= Andrew Killgore =

American diplomat

Andrew Ivy Killgore (November 7, 1919 - December 20, 2016) was an American diplomat and a U.S. Foreign Service Officer. He was ambassador of the United States to Qatar from 1977 until his retirement from the U.S. Foreign Service in 1980.

==Early life==
Killgore was born November 7, 1919, in Greensboro, Alabama. He received a B.S. from Livingston College in 1943 and an LL.B. from the University of Alabama in 1949. He served in the U.S. Navy from 1943 to 1946.

==Diplomatic career==
Killgore served as a selector-analyst for the U.S. Displaced Persons Commission in 1949 and 1950 and as a displaced populations officer in Frankfort in 1950 and 1951. From 1951 to 1953, he was visa officer in London.

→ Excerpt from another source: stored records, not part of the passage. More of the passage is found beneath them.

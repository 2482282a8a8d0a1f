'use client';
import { useEffect, useState } from 'react';
import type { WorkerMessage, WorkerRequest } from '@/lib/import/parse-worker';
import type { PreviewResult } from '@/lib/import/preview';
import type { RowError } from '@/lib/import/errors';

export type PreviewState =
  | { status: 'idle' }
  | { status: 'working'; phase: 'reading' | 'parsing'; fraction: number }
  | { status: 'done'; result: PreviewResult }
  | { status: 'refused'; message: string; errors: RowError[] }
  | { status: 'failed'; message: string };

/** Runs the parse worker for the current request; a new request terminates the previous run. */
export function usePreviewWorker(request: WorkerRequest | null): PreviewState {
  const [state, setState] = useState<PreviewState>({ status: 'idle' });
  useEffect(() => {
    if (!request) return;
    const worker = new Worker(new URL('../../lib/import/parse-worker.ts', import.meta.url), { type: 'module' });
    worker.onmessage = (event: MessageEvent<WorkerMessage>) => {
      const m = event.data;
      if (m.type === 'progress') setState({ status: 'working', phase: m.phase, fraction: m.fraction });
      else if (m.type === 'done') setState({ status: 'done', result: m.result });
      else if (m.type === 'refused') setState({ status: 'refused', message: m.message, errors: m.errors });
      else setState({ status: 'failed', message: m.message });
      if (m.type !== 'progress') worker.terminate();
    };
    worker.onerror = (e) => setState({ status: 'failed', message: e.message || 'The file could not be read.' });
    // Reset happens through the worker's first progress message; posting starts the run.
    worker.postMessage(request);
    return () => worker.terminate();
  }, [request]);
  return request ? state : { status: 'idle' };
}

From 1953 to 1955, he was an evaluator at the State Department. In 1955–56, Killgore took Arab language training at the Foreign Service Institute, and in 1956 and 1957, he served as political officer in Beirut. From 1957 to 1959, he was political officer in Jerusalem, and from 1959 to 1961, he was political officer in Amman. In 1961 and 1962, Killgore was an international relations officer at the State Department. From 1962 to 1965, he was officer-in-charge of Iraq-Jordan affairs. From 1965 to 1967, he was detailed as a public affairs officer to USIA in Baghdad. Killgore was political officer in Dacca from 1967 to 1970 and political-economic officer for the Arab North Directorate, Jordan Affairs, at the State Department from 1970 to 1972. From 1972 to 1974, he was counselor for political affairs in Tehran. In 1974 he was principal officer in Manama, and from 1974 to 1976, he was deputy chief of mission in Wellington. He died in December 2016 at the age of 97 in a Washington, D.C., hospice.